= Pakistani intelligence community =

Various intelligence agencies of Pakistan

The state emblem of Islamic Republic of Pakistan

The Pakistani intelligence community comprises the various intelligence agencies of Pakistan that work internally and externally to manage, research and collect intelligence necessary for national security. Consolidated intelligence organizations include the personnel and members of the intelligence agencies, military intelligence, and civilian intelligence and analysis directorates operationalized under the executive ministries of the government of Pakistan.

A number of intelligences services are active working on varied intelligence programs including the collection and production of foreign and domestic intelligence, contribute to military planning, and perform espionage. The best known intelligence services are the Inter-Services Intelligence (ISI), Intelligence Bureau (IB), Military Intelligence (MI) and the Federal Investigation Agency (FIA).

==Catalogue==

There are no fixed or official name for the intelligences services of Pakistan as one cooperative federation; all intelligence services operated under their name. Intelligence authors and researchers termed Pakistan's intelligence services as "Pakistan Intelligence Community" or goes by "Pakistan Intelligence Services and Agencies". The term "Intelligence Community" was first described by the English language newspapers, Frontier Post and Dawn in 1994.

Pakistan subsequently made changes in foreign policy after accepting the United States offer of the military assistance and economic aid in return for joining the political alliance system to contain the international communism in 1953. In a secret understanding between President Zia-ul-Haq and President Ronald Reagan, the US Intelligence Community provided a large quantity of espionage equipment, technical information, and intelligence offensive training to the Pakistan Intelligence Community. Initially, the Pakistan Intelligence Community was trained along in British lines, but subsequently CIA trained 200 ISI officers, Pakistan consolidated its intelligence circle under one chain of command and improved its intelligence methods.

==Overview of Intelligence Services==

===National Intelligence Coordination Committee===
Established in November 2020, the coordination body created to enhance the coordination and capabilities of Pakistan's intelligence agencies. The organization was inaugurated June 24, 2021.

===Inter-Services Intelligence===

Established in 1948 by Major-General Walter Cawthorn, the Directorate for Inter-Services Intelligence (more commonly known as Inter-Services Intelligence or simply by its initials ISI) is the most premier and largest intelligence service. Primary roles are to consolidate and assess intelligence to senior government and military officials. Intelligence agents are civilians and military officials working together on national security matters.

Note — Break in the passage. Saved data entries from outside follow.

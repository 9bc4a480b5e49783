"""Bundled plants that need an estimator: fewer outputs than states, noise intensities, honest descriptions."""

import numpy as np
import scipy.linalg

from gainboard import core
from gainboard.sample_plants import bundled_plant_files

PLANTS = {stem: core.load_plant_file(path) for stem, path in bundled_plant_files().items()}
NOISY = {stem: plant for stem, plant in PLANTS.items() if plant.noise is not None}


def test_at_least_three_bundled_plants_measure_fewer_outputs_than_states_and_give_their_noise():
    assert len(NOISY) >= 3
    for stem, plant in NOISY.items():
        assert plant.output_count < plant.state_count, stem
        assert "must be estimated" in " ".join(plant.description.split()), stem
        assert "made-up figures" in " ".join(plant.description.split()), stem  # honest: invented numbers


def test_kalman_filters_of_the_noisy_plants_have_the_lyapunov_error_covariance():
    for stem, plant in NOISY.items():
        result = core.design_kalman_estimator(plant)
        W, V, L = plant.noise.process, plant.noise.measurement, result.gain
        A, C = plant.A, plant.C
        # scipy's Lyapunov solvers as the reference (continuous: (A − LC)P + P(A − LC)ᵀ + W + LVLᵀ = 0;
        # sampled prediction form: P = (A − LC)P(A − LC)ᵀ + W + LVLᵀ)
        if plant.is_sampled:
            expected = scipy.linalg.solve_discrete_lyapunov(A - L @ C, W + L @ V @ L.T)
        else:
            expected = scipy.linalg.solve_continuous_lyapunov(A - L @ C, -(W + L @ V @ L.T))
        scale = np.max(np.abs(expected))
        np.testing.assert_allclose(result.error_covariance, expected, atol=1e-7 * scale, err_msg=stem)
        assert result.noise.source == "W and V from the plant"
        assert result.riccati_residual < 1e-12, stem  # the outputs are whitened before solving (see _kalman.py)


def test_noisy_plants_run_the_whole_compensator_evaluation():
    for stem, plant in NOISY.items():
        targets = core.analyze_open_loop(plant).poles
        # a gentle K: LQR with unit weights (any stabilising K will do for this check)
        K = core.design_lqr(plant, Q=np.eye(plant.state_count), R=np.eye(plant.input_count)).gain
        L = core.design_kalman_estimator(plant).gain
        result = core.evaluate_compensator(plant, K, L, core.EstimatorOptions(include_all_entry_intervals=False))
        assert result.closed_loop.report.stable and result.closed_loop.separation_holds, stem
        assert targets.size == plant.state_count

The ISI has been headed by a serving three-star general of the Pakistan Army, who is appointed by the Prime Minister on recommendation of the Chief of Army Staff.

===Intelligence Bureau===

The Intelligence Bureau (IB) is primarily a civilian intelligence agency tasked with non-military espionage activities and the intelligence cycle management component that falls under "civilian intelligence". IB is Pakistan's oldest intelligence agency. It is directly under the Prime Minister. Its primary role is to build initiatives, including counter-intelligence and foreign intelligence management. Its Director-General is appointed by the Prime Minister of Pakistan from the civil or the retired officials from the military intelligence services, but in the past few decades, the Director-General of the IB has usually been the senior-most officer of the Police Service of Pakistan.

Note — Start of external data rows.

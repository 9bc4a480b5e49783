"""LQR design: closed forms, scipy's Riccati solvers as reference, Bryson's rule, refusals.

Reference cases are numbered as in /work/shared/reference-cases.md.
"""

import math

import numpy as np
import pytest
import scipy.linalg
from hypothesis import assume, given, settings
from hypothesis import strategies as st

from gainboard.core import AnalysisError, Plant, discretize_zero_order_hold
from gainboard.core._lqr import bryson_weights, design_lqr

DOUBLE_INTEGRATOR = Plant(A=[[0.0, 1.0], [0.0, 0.0]], B=[[0.0], [1.0]])


def test_double_integrator_with_identity_weights_matches_hand_derived_riccati_solution():
    result = design_lqr(DOUBLE_INTEGRATOR, Q=np.eye(2), R=[[1.0]])
    root3 = math.sqrt(3.0)
    # Case 15: P = [[√3, 1], [1, √3]], K = [1, √3] (derived by hand).
    np.testing.assert_allclose(result.riccati_solution, [[root3, 1.0], [1.0, root3]], rtol=1e-12)
    np.testing.assert_allclose(result.gain, [[1.0, root3]], rtol=1e-12)
    # Case 15: closed loop s² + √3 s + 1, poles −√3/2 ± j/2 (derived by hand), as an exact conjugate pair.
    np.testing.assert_allclose(result.closed_loop_poles, [-root3 / 2 + 0.5j, -root3 / 2 - 0.5j], rtol=1e-12)
    assert result.closed_loop_poles[0] == np.conj(result.closed_loop_poles[1])  # common practice, no source
    assert result.weights_source == "given"


def test_double_integrator_benner_laub_mehrmann_example_gives_gain_one_two():
    result = design_lqr(DOUBLE_INTEGRATOR, Q=np.diag([1.0, 2.0]), R=[[1.0]])
    # Case 16: Benner, Laub & Mehrmann (1995) example 1, as used in scipy's tests: K = [1, 2].
    np.testing.assert_allclose(result.gain, [[1.0, 2.0]], rtol=1e-12)


def test_scalar_continuous_plant_gives_gain_three_and_pole_minus_two():
    result = design_lqr(Plant(A=[[1.0]], B=[[1.0]]), Q=[[3.0]], R=[[1.0]])
    # Case 17 (derived): a = b = r = 1, q = 3 → P = K = 3, closed-loop pole −2.
    np.testing.assert_allclose(result.gain, [[3.0]], rtol=1e-13)
    np.testing.assert_allclose(result.closed_loop_poles, [-2.0], rtol=1e-13)


def test_scalar_sampled_plant_gives_golden_ratio_solution():
    result = design_lqr(Plant(A=[[1.0]], B=[[1.0]], sample_time=1.0), Q=[[1.0]], R=[[1.0]])
    golden = (1 + math.sqrt(5.0)) / 2
    # Case 17 (derived): a = b = q = r = 1 → P = 1.6180340 (golden ratio), K = 0.6180340, pole 0.3819660.
    np.testing.assert_allclose(result.riccati_solution, [[golden]], rtol=1e-13)
    np.testing.assert_allclose(result.gain, [[golden - 1]], rtol=1e-13)
    np.testing.assert_allclose(result.closed_loop_poles, [2 - golden], rtol=1e-12)


def _random_plant(rng, n, m):
    return Plant(A=rng.normal(size=(n, n)), B=rng.normal(size=(n, m)))


def _random_weights(rng, n, m):
    M = rng.normal(size=(n, n))
    V = rng.normal(size=(m, m))
    return M @ M.T + 0.1 * np.eye(n), V @ V.T + 0.5 * np.eye(m)


@pytest.mark.parametrize("sampled", [False, True])
def test_riccati_solution_and_gain_match_scipy_solvers_on_random_plants(rng, sampled):
    for n, m in [(1, 1), (3, 1), (4, 2), (6, 3)]:
        plant = _random_plant(rng, n, m)
        if sampled:
            plant = discretize_zero_order_hold(plant, 0.2)
        Q, R = _random_weights(rng, n, m)
        result = design_lqr(plant, Q=Q, R=R)
        A, B = plant.A, plant.B
        if sampled:
            # Reference: scipy.linalg.solve_discrete_are and K = (R + BᵀPB)⁻¹BᵀPA.
            P = scipy.linalg.solve_discrete_are(A, B, Q, R)
            K = np.linalg.solve(R + B.T @ P @ B, B.T @ P @ A)
        else:
            # Reference: scipy.linalg.solve_continuous_are and K = R⁻¹BᵀP.
            P = scipy.linalg.solve_continuous_are(A, B, Q, R)
            K = np.linalg.solve(R, B.T @ P)
        np.testing.assert_allclose(result.riccati_solution, P, rtol=1e-9, atol=1e-11 * np.linalg.norm(P))
        np.testing.assert_allclose(result.gain, K, rtol=1e-9, atol=1e-11 * np.linalg.norm(K))
        # Reference: eigenvalues of A − BK by numpy for the scipy gain.
        np.testing.assert_allclose(
            np.sort_complex(result.closed_loop_poles), np.sort_complex(np.linalg.eigvals(A - B @ K)), atol=1e-8
        )
        # The relative Riccati residual of a well-conditioned solution is at rounding level
        # (common practice, no source: backward-stable solvers leave residuals of order n·eps).
        assert result.riccati_residual < 1e-12


@pytest.mark.parametrize("sampled", [False, True])
def test_cross_weight_matches_scipy_solver_with_cross_term(rng, sampled):
    n, m = 3, 2
    plant = _random_plant(rng, n, m)
    if sampled:
        plant = discretize_zero_order_hold(plant, 0.3)
    Q, R = _random_weights(rng, n, m)
    Q = Q + 2 * np.eye(n)
    N = 0.2 * rng.normal(size=(n, m))
    result = design_lqr(plant, Q=Q, R=R, N=N)
    A, B = plant.A, plant.B
    if sampled:
        # Reference: scipy.linalg.solve_discrete_are(..., s=N), K = (R + BᵀPB)⁻¹(BᵀPA + Nᵀ).
        P = scipy.linalg.solve_discrete_are(A, B, Q, R, s=N)
        K = np.linalg.solve(R + B.T @ P @ B, B.T @ P @ A + N.T)
    else:
        # Reference: scipy.linalg.solve_continuous_are(..., s=N), K = R⁻¹(BᵀP + Nᵀ).
        P = scipy.linalg.solve_continuous_are(A, B, Q, R, s=N)
        K = np.linalg.solve(R, B.T @ P + N.T)
    np.testing.assert_allclose(result.gain, K, rtol=1e-9, atol=1e-11 * np.linalg.norm(K))
    assert result.riccati_residual < 1e-12  # common practice, no source


@settings(max_examples=40, deadline=None)
@given(seed=st.integers(0, 2**32 - 1), n=st.integers(1, 4), m=st.integers(1, 2))
def test_lqr_gain_has_the_lowest_quadratic_cost_among_nearby_stabilising_gains(seed, n, m):
    rng = np.random.default_rng(seed)
    plant = _random_plant(rng, n, m)
    controllability = np.hstack([np.linalg.matrix_power(plant.A, i) @ plant.B for i in range(n)])
    assume(np.linalg.cond(controllability) < 1e6)
    Q, R = _random_weights(rng, n, m)
    result = design_lqr(plant, Q=Q, R=R)
    x0 = rng.normal(size=n)

    def cost(K):
        closed = plant.A - plant.B @ K
        if np.max(np.linalg.eigvals(closed).real) >= 0:
            return math.inf
        # Reference: the cost of u = −Kx from x0 is x0ᵀ X x0 with X from the Lyapunov equation
        # closedᵀX + X closed + Q + KᵀRK = 0 (scipy.linalg.solve_continuous_lyapunov).
        X = scipy.linalg.solve_continuous_lyapunov(closed.T, -(Q + K.T @ R @ K))
        return float(x0 @ X @ x0)

    optimal = cost(result.gain)
    # Reference: the optimal cost equals x0ᵀPx0 (LQR theory; Anderson & Moore, *Optimal Control*, from memory).
    assert optimal == pytest.approx(float(x0 @ result.riccati_solution @ x0), rel=1e-7, abs=1e-10)
    for _ in range(3):
        nudged = result.gain + 1e-3 * np.linalg.norm(result.gain) * rng.normal(size=result.gain.shape)
        # Optimality: no other gain does better (same reference).
        assert cost(nudged) >= optimal * (1 - 1e-9) - 1e-12


def test_bryson_weights_use_initial_state_and_input_limits():
    plant = Plant(
        A=[[0.0, 1.0, 0.0], [0.0, 0.0, 1.0], [0.0, 0.0, -1.0]],
        B=[[0.0], [0.0], [1.0]],
        initial_state=[0.2, -0.5, 0.0],
        input_limits=((-3.0, 1.5),),
    )
    Q, R = bryson_weights(plant)
    # Bryson's rule Q = diag(1/x_max²), R = diag(1/u_max²): Bryson & Ho, *Applied Optimal Control* (1975),
    # and Franklin, Powell & Emami-Naeini sec. 7.9 (both from memory); zero initial entry → range 1 (our default).
    np.testing.assert_allclose(np.diag(Q), [25.0, 4.0, 1.0], rtol=1e-15)
    np.testing.assert_allclose(R, [[1 / 9.0]], rtol=1e-15)
    assert np.count_nonzero(Q - np.diag(np.diag(Q))) == 0


def test_bryson_weights_take_given_ranges_before_plant_data():
    plant = Plant(A=[[0.0, 1.0], [0.0, 0.0]], B=[[0.0], [1.0]], initial_state=[1.0, 1.0], input_limits=((-9.0, 9.0),))
    Q, R = bryson_weights(plant, state_ranges=[0.1, 2.0], input_ranges=[4.0])
    # Bryson's rule (Bryson & Ho 1975, from memory).
    np.testing.assert_allclose(np.diag(Q), [100.0, 0.25], rtol=1e-14)
    np.testing.assert_allclose(R, [[1 / 16.0]], rtol=1e-15)


def test_design_without_weights_uses_bryson_rule_and_says_where_ranges_came_from():
    plant = Plant(
        A=[[0.0, 1.0], [0.0, 0.0]], B=[[0.0], [1.0]], initial_state=[0.5, 0.0], input_limits=((-2.0, 2.0),),
        state_names=("position", "speed"), state_units=("m", "m/s"), input_names=("force",), input_units=("N",),
    )
    result = design_lqr(plant)
    Q, R = bryson_weights(plant)
    # Reference: scipy.linalg.solve_continuous_are with the Bryson's-rule weights.
    P = scipy.linalg.solve_continuous_are(plant.A, plant.B, Q, R)
    np.testing.assert_allclose(result.gain, np.linalg.solve(R, plant.B.T @ P), rtol=1e-10)
    assert result.weights_source.startswith("Bryson's rule from input limits (force 2 N)")
    assert "position 0.5 m" in result.weights_source and "speed" in result.weights_source


def test_design_does_not_modify_the_weights_passed_in():
    Q = np.array([[2.0, 0.5], [0.5, 1.0]])
    R = np.array([[0.3]])
    Q_before, R_before = Q.copy(), R.copy()
    result = design_lqr(DOUBLE_INTEGRATOR, Q=Q, R=R)
    np.testing.assert_array_equal(Q, Q_before)  # common practice, no source: inputs are never mutated
    np.testing.assert_array_equal(R, R_before)
    with pytest.raises(ValueError, match="read-only"):
        result.gain[0, 0] = 5.0


# ----------------------------------------------------------------------------- refusals


@pytest.mark.parametrize(
    ("Q", "R", "message"),
    [
        (np.eye(3), [[1.0]], r"Q is 3×3 but must be 2×2"),
        (np.eye(2), np.eye(2), r"R is 2×2 but must be 1×1"),
        ([[1.0, 0.3], [0.0, 1.0]], [[1.0]], r"Q must be symmetric, but entry \(1, 2\) is 0\.3"),
        (np.diag([1.0, -0.5]), [[1.0]], r"Q must be positive semidefinite; its smallest eigenvalue is -0\.5"),
        (np.eye(2), [[-0.1]], r"R must be positive definite; its smallest eigenvalue is -0\.1"),
        (np.eye(2), [[0.0]], r"R must be positive definite; its smallest eigenvalue is 0"),
        ([[1.0, np.nan], [np.nan, 1.0]], [[1.0]], r"Q has a non-finite entry"),
        ("heavy", [[1.0]], r"Q must be a 2×2 matrix of real numbers"),
    ],
)
def test_bad_weights_are_refused_with_a_message_naming_the_matrix(Q, R, message):
    with pytest.raises(AnalysisError, match=message):
        design_lqr(DOUBLE_INTEGRATOR, Q=Q, R=R)


def test_cross_weight_of_wrong_shape_or_too_large_is_refused():
    with pytest.raises(AnalysisError, match=r"N is 1×2 but must be 2×1"):
        design_lqr(DOUBLE_INTEGRATOR, Q=np.eye(2), R=[[1.0]], N=[[1.0, 1.0]])
    # [[Q, N], [Nᵀ, R]] ≥ 0 needs Q − N R⁻¹ Nᵀ ≥ 0 (Schur complement; Horn & Johnson, from memory).
    with pytest.raises(AnalysisError, match=r"Q − N R⁻¹ Nᵀ has smallest eigenvalue -3"):
        design_lqr(DOUBLE_INTEGRATOR, Q=np.eye(2), R=[[1.0]], N=[[2.0], [0.0]])


def test_plant_with_an_unstable_mode_no_input_reaches_is_refused():
    # PBH test (Hautus): the mode s = 1 of diag(1, −1) is uncontrollable from B = [0, 1]ᵀ (from memory).
    plant = Plant(A=[[1.0, 0.0], [0.0, -1.0]], B=[[0.0], [1.0]])
    with pytest.raises(AnalysisError, match=r"\(A, B\) is not stabilisable: the mode at s = 1 "):
        design_lqr(plant, Q=np.eye(2), R=[[1.0]])


def test_sampled_plant_with_unreachable_mode_on_the_unit_circle_is_refused():
    # PBH test (from memory): z = 1 of diag(1, 0.5) is uncontrollable from B = [0, 1]ᵀ.
    plant = Plant(A=[[1.0, 0.0], [0.0, 0.5]], B=[[0.0], [1.0]], sample_time=0.1)
    with pytest.raises(AnalysisError, match=r"not stabilisable: the mode at z = 1 "):
        design_lqr(plant, Q=np.eye(2), R=[[1.0]])


def test_unstable_mode_without_weight_is_refused_as_undetectable():
    # PBH test on (Q^(1/2), A) (from memory): Q = diag(0, 1) does not see the unstable mode s = 1.
    plant = Plant(A=[[1.0, 0.0], [0.0, -1.0]], B=[[1.0], [1.0]])
    with pytest.raises(AnalysisError, match=r"\(Q\^\(1/2\), A\) is not detectable: the mode at s = 1 "):
        design_lqr(plant, Q=np.diag([0.0, 1.0]), R=[[1.0]])
    # An oscillating mode on the imaginary axis with no weight cannot be detected either (same test).
    oscillator = Plant(A=[[0.0, 1.0], [-4.0, 0.0]], B=[[0.0], [1.0]])
    with pytest.raises(AnalysisError, match=r"the mode at s = 0 ± 2j"):
        design_lqr(oscillator, Q=np.zeros((2, 2)), R=[[1.0]])


def test_zero_state_weight_is_accepted_for_a_stable_plant():
    plant = Plant(A=[[-1.0, 0.0], [0.0, -2.0]], B=[[1.0], [1.0]])
    result = design_lqr(plant, Q=np.zeros((2, 2)), R=[[1.0]])
    # With Q = 0 and a stable plant the optimal control is u = 0: P = 0 solves the Riccati equation
    # (scipy.linalg.solve_continuous_are as reference).
    np.testing.assert_allclose(result.gain, 0.0, atol=1e-14)
    np.testing.assert_allclose(scipy.linalg.solve_continuous_are(plant.A, plant.B, np.zeros((2, 2)), [[1.0]]), 0.0,
                               atol=1e-14)


@pytest.mark.parametrize(
    ("keyword", "value", "message"),
    [
        ("state_ranges", [1.0], r"state ranges must be 2 positive numbers \(one per entry\), but 1 were given"),
        ("state_ranges", [1.0, 0.0], r"state ranges: the range of 'x2' is 0;"),
        ("input_ranges", [-1.0], r"input ranges: the range of 'u1' is -1;"),
        ("input_ranges", [math.inf], r"input ranges: the range of 'u1' is inf;"),
    ],
)
def test_bad_bryson_ranges_are_refused(keyword, value, message):
    with pytest.raises(AnalysisError, match=message):
        bryson_weights(DOUBLE_INTEGRATOR, **{keyword: value})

===Federal Investigation Agency===

Established in 1947 as "Special Police Establishment (SPE)", the Federal Investigation Agency (more popularly known as FIA) was later reformed under its current name and structure in 1974 by the Government. The FIA is a principle investigative intelligence service and mandate to take initiatives against the foreign or national elements working against the national interest of the country. It is a civilian intelligence service working under the Ministry of Interior. Its Director-General is appointed by the Prime Minister of Pakistan.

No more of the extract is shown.